I think most people would have been surprised, for the vast majority of the last quarter-century or so, to learn that Armando Ianucci would be directing an adaptation of a Charles Dickens novel. It’s only comparatively recently that Ianucci started directing films at all, with 2009’s In the Loop: before that he was best known as a writer, producer, and occasional performer of comedy and satire. The words ‘glittering career’ do not seem inappropriate, given he was involved in On the Hour and The Day Today, the early years of Alan Partridge, bringing Stewart Lee and Richard Herring to the BBC, and much else besides. Since becoming a film director, however, his philosophy seems to have been to pick the most surprising projects he can think of – the title of his last film, The Death of Stalin, didn’t exactly scream comic potential, but it turned out to be one of the best black comedies of recent years.

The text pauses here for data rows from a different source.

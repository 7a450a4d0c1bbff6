import { readFileSync } from 'node:fs';
import { join } from 'node:path';
import { describe, expect, it } from 'vitest';
import type { TableRole } from '../../../../../shared/patterns/imports.schema.ts';
import { buildTable } from '../../../../../server/patterns/reading/build-table.ts';
import { places, read } from './reading.ts';

const FOLDER = join(import.meta.dirname, '../../../../../fixtures/imports');

interface Expected {
  role: TableRole;
  delimiter: string;
  decimalComma: boolean;
  unit: string;
  unitFrom: string;
  points: string[];
  sizes: string[];
  mm: unknown[][];
}
const expected = JSON.parse(readFileSync(join(FOLDER, 'expected.json'), 'utf8')) as Record<string, Expected>;

describe('reading tables in the shapes people bring them', () => {
  it.each(Object.entries(expected))('%s', (name, wanted) => {
    const table = read(new Uint8Array(readFileSync(join(FOLDER, name))), wanted.role);
    expect(places(table, 'error')).toEqual([]);
    const points = table.columns.flatMap((column, at) => (column.point ? [{ at, point: column.point }] : []));
    expect({
      role: wanted.role,
      delimiter: table.delimiter,
      decimalComma: table.decimalComma,
      unit: table.unit,
      unitFrom: table.unitFrom,
      points: points.map(({ point }) => point),
      sizes: table.rows.map((row) => row.label),
      mm: table.rows.map((row) => points.map(({ at }) => row.cells[at]?.mm ?? null)),
    }).toEqual(wanted);
  });

  it('counts rows and columns as in the file, titles and blank lines included', () => {
    const table = read(new Uint8Array(readFileSync(join(FOLDER, 'finished-titled.csv'))), 'finished');
    expect(table.rows.map((row) => row.row)).toEqual([5, 6, 8]);
    expect(places(table)).toEqual([
      'titleRow 1:null',
      'titleRow 2:null',
      'likelyHeading 4:3',
      'likelyHeading 4:4',
      'likelyHeading 4:5',
    ]);
  });

  it('keeps every cell as typed', () => {
    const table = read('Size,Bust (in)\n8, 31 1/2 \n10,32½\n');
    expect(table.rows.map((row) => row.cells[1]?.typed)).toEqual(['31 1/2', '32½']);
  });
});

describe('the unit', () => {
  it.each([
    ['36', '38', 'in'],
    ['92', '96', 'cm'],
    ['920', '960', 'mm'],
  ])('a bust of %s is in %s by the size of the number, and says so', (small, large, unit) => {
    const table = read(`Size,Bust\n1,${small}\n2,${large}\n`);
    expect([table.unit, table.unitFrom]).toEqual([unit, 'size of the numbers']);
    const [said] = table.issues;
    expect(said?.code).toBe('unitFromNumbers');
    expect(said?.words).toContain(`a bust girth of ${small}`);
  });

  it('numbers that could be two units are pointed out as open: a chest of 56 is a child’s in cm', () => {
    expect(read('Size,Chest\n1,54\n2,56\n').issues.map((issue) => issue.code)).toContain('unitOpen');
  });

  it('a point without a usual range says that the unit is unknown', () => {
    expect(read('Size,Leg opening\n1,30\n').issues.map((issue) => issue.code)).toEqual(
      ['unitUnknown', 'garmentPointInChart'].reverse(),
    );
  });

  it('an eighth of an inch in any cell means inches', () => {
    const table = read('Size,Hem\n1,60\n2,62 3/8\n', 'finished');
    expect([table.unit, table.unitFrom]).toEqual(['in', 'cells']);
  });

  it('a half alone does not: 92 1/2 may be centimetres', () => {
    const table = read('Size,Bust\n1,92 1/2\n2,96\n');
    expect(table.unit).toBe('cm');
    expect(table.rows[0]?.cells[1]?.mm).toBe(925);
  });

  it('a chosen unit is taken for columns that state none, and another stated by one column stays', () => {
    const table = read('Size,Bust,Waist (cm),Hip (in)\n1,36,70,38\n', 'chart', { unit: 'in' });
    expect(table.unitFrom).toBe('chosen');
    expect(table.rows[0]?.cells.slice(1).map((cell) => cell.mm)).toEqual([914.4, 700, 965.2]);
    expect(places(table)).toEqual(['mixedUnits 1:3']);
  });

  it('a chosen unit overrules the one that all headings state, with a caution', () => {
    const table = read('Size,Bust (cm)\n1,36\n2,38\n', 'chart', { unit: 'in' });
    expect(table.rows[0]?.cells[1]?.mm).toBe(914.4);
    expect(places(table)).toEqual(['unitAgainstHeadings 1:null']);
  });

  it('a stated unit that the numbers contradict is pointed out at its column', () => {
    expect(places(read('Size,Bust (cm),Hip (cm)\n1,36,96\n2,38,100\n'))).toEqual(['unitDoubtful 1:2']);
  });

  it('a cape’s finished hip of 2.3 m is no reason to doubt its inches', () => {
    expect(places(read('Size,Hip (in)\nS,90\nM,94\n', 'finished'))).toEqual([]);
    const open = read('Size,Hip\nS,90\nM,94\n', 'finished');
    expect(open.issues.map((issue) => issue.code)).toEqual(['unitOpen']);
  });

  it('a cell with its own unit is honoured and pointed out', () => {
    const table = read('Size,Bust (cm)\n1,92\n2,38 in\n');
    expect(table.rows[1]?.cells[1]?.mm).toBe(965.2);
    expect(places(table)).toEqual(['mixedUnits 3:2']);
  });
});

describe('ranges and fractions', () => {
  const one = (cell: string, role: TableRole = 'chart', unit: 'in' | 'cm' = 'in') =>
    read(`Size;Bust (${unit})\n1;${cell}\n`, role).rows[0]?.cells[1]?.mm;

  it.each([
    ['37-3/8', 949.325],
    ['37–3/8', 949.325],
    ['37 - 3/8', 949.325],
    ['37⅜', 949.325],
    ['34-36', { low: 863.6, high: 914.4 }],
    ['36 1/2 - 38', { low: 927.1, high: 965.2 }],
    ['36-1/2-38-1/2', { low: 927.1, high: 977.9 }],
    ['36-38-1/2', { low: 914.4, high: 977.9 }],
    ['34"–36"', { low: 863.6, high: 914.4 }],
    ['34to36', { low: 863.6, high: 914.4 }],
    ['36–36', 914.4],
  ])('%s in inches', (cell, mm) => {
    expect(one(cell)).toEqual(mm);
  });

  it('a unit written once, at the end, is meant for both ends', () => {
    expect(one('91–94 cm')).toEqual({ low: 910, high: 940 });
  });

  it.each(['', '-', '–', '—', 'n/a', 'N/A', 'n.a.', '--', '…'])('“%s” is an empty cell', (blank) => {
    const table = read(`Size;Bust (cm);Hip (cm)\n1;90;${blank}\n`);
    expect(table.rows[0]?.cells[2]?.mm).toBeNull();
    expect(places(table, 'error')).toEqual([]);
  });

  it('the finished table refuses ranges', () => {
    const table = read('Size,Bust (cm)\n1,91–94\n2,96\n', 'finished');
    expect(places(table)).toEqual(['rangeInFinished 2:2']);
  });

  it('a range that falls is refused', () => {
    expect(places(read('Size,Bust (cm)\n1,94–91\n'), 'error')).toEqual(['rangeFalls 2:2']);
  });
});

describe('bad cells: an error at its place, in words', () => {
  it.each([
    ['-92', 'negative'],
    ['0', 'tooShort'],
    ['0.3', 'tooShort'],
    ['920', 'tooLong'],
    ['1e99', 'notALength'],
    ['=1+1', 'formula'],
    ["'=1+1", 'formula'],
    ['+cmd', 'formula'],
    ['@SUM(A1)', 'formula'],
    ['about 90', 'notALength'],
    ['92 cm (36 in)', 'notALength'],
    ['90 3/8', 'ambiguous'],
    ['90 5/3 in', 'badFraction'],
    ["5' 6", 'notALength'],
    ['1'.repeat(200), 'cellTooLong'],
  ])('%s is %s', (cell, code) => {
    const table = read(`Size,Bust (cm),Hip (cm)\n1,${cell},90\n2,92,96\n`);
    expect(places(table, 'error')).toEqual([`${code} 2:2`]);
    expect(table.issues[0]?.words.length).toBeGreaterThan(20);
    expect(table.rows[0]?.cells[1]?.mm).toBeNull();
  });

  it('keeps what was typed in a bad cell', () => {
    expect(read('Size,Bust (cm)\n1,=1+1\n').rows[0]?.cells[1]?.typed).toBe('=1+1');
  });

  it('more than can be listed ends in one that counts the rest, errors before cautions', () => {
    const rows = Array.from({ length: 150 }, (_, at) => `${String(at)},x,y,z`).join('\n');
    const table = read(`Size,Bust (cm),Hip (cm),Foo\n${rows}\n`);
    expect(table.issues).toHaveLength(201);
    expect(table.issues.at(-1)?.words).toContain('101 more');
    expect(table.issues.slice(0, 200).every((issue) => issue.severity === 'error')).toBe(true);
  });
});

describe('the tables of a revision', () => {
  it('hold what was understood, as typed and in mm, without empty or ignored columns', () => {
    const chart = read('Size,Bust (cm),Foo,Hip (cm),Waist (cm)\nS,86–91,1,92,\nM,91–96,2,n/a,\n');
    expect(buildTable(chart, null)).toEqual({
      sizes: ['S', 'M'],
      chart: [
        {
          point: 'bust',
          heading: 'Bust (cm)',
          unit: 'cm',
          mm: [
            { low: 860, high: 910 },
            { low: 910, high: 960 },
          ],
          typed: ['86–91', '91–96'],
        },
        { point: 'hip', heading: 'Hip (cm)', unit: 'cm', mm: [920, null], typed: ['92', 'n/a'] },
      ],
      finished: [],
    });
  });
});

Now, the question is, can he find the funny in Charles Dickens to the same extent? Is he even going to try? The film in question is The Personal History of David Copperfield, based on the book of (roughly) the same name. Now, I’m going to own up to the fact that while in recent years I have come to appreciate and enjoy the very real merits of the Bronte sisters, George Eliot, Jane Austen and Wilkie Collins, I have never actually read a Dickens novel in my life. Yes, yes, I know. So when I tell you that David Copperfield was apparently Dickens’ favourite of his own works, probably because it was semi-autobiographical, you can just thank Wikipedia – pretty much the extent of my exposure to the story has come from watching dear old Barry and Terrance’s BBC TV adaptation over thirty years ago.

As the title perhaps suggests, the film concerns the life of David Copperfield, a young man growing up in the mid-Victorian period. He is played for most of the film by Dev Patel. His father dies before he is born, but his early years with his mother are happy ones; then she re-marries to a hard and stern man, and David is eventually sent to London to earn his keep working in a factory. Here he meets the impecunious but eternally optimistic Micawber (Peter Capaldi) and his wife. Eventually he learns of his mother’s death and, rebelling against his treatment, seeks out his sole remaining relative, his aunt Betsey Trotwood (Tilda Swinton), who lives near Dover with her own distant relative, the amiable but eccentric Mr Dick (Hugh Laurie).

The story goes on in a roughly similar vein for most of the film – it came as no surprise to me to learn that Dickens apparently had no particular structure planned out in advance for the story when he wrote it. This is a substantially trimmed-down version of the plot of the book, with various characters and plotlines wholly or partly excised, but it still feels discursive and picaresque. Characters appear and reappear, and everyone seems to know each other in the most suspiciously convenient way. To be honest, though, the pleasure of the film – which is considerable – does not come from the plot, but from the performances and direction.

The most instantly noticeable thing about The Personal History of David Copperfield is that – well, he is Asian (Dev Patel’s background is somewhat complex, but his family is Gujarati Hindu). Agnes Wickfield is played by Rosalind Eleazar, who is Black; her father is played by Benedict Wong, whose family is originally from Hong Kong. The world being as it is, I am picking my words with some care, but: I always find myself a little bemused, at best, by the current tendency towards ethnically-diverse casts even when it is inappropriate for the period being depicted. If you are doing a contemporary or futuristic drama, then obviously it is absolutely laudable and correct to include performers from a wide range of backgrounds. I am likewise aware that, historically, the UK at least was somewhat more diverse than it has traditionally been depicted as in films and TV.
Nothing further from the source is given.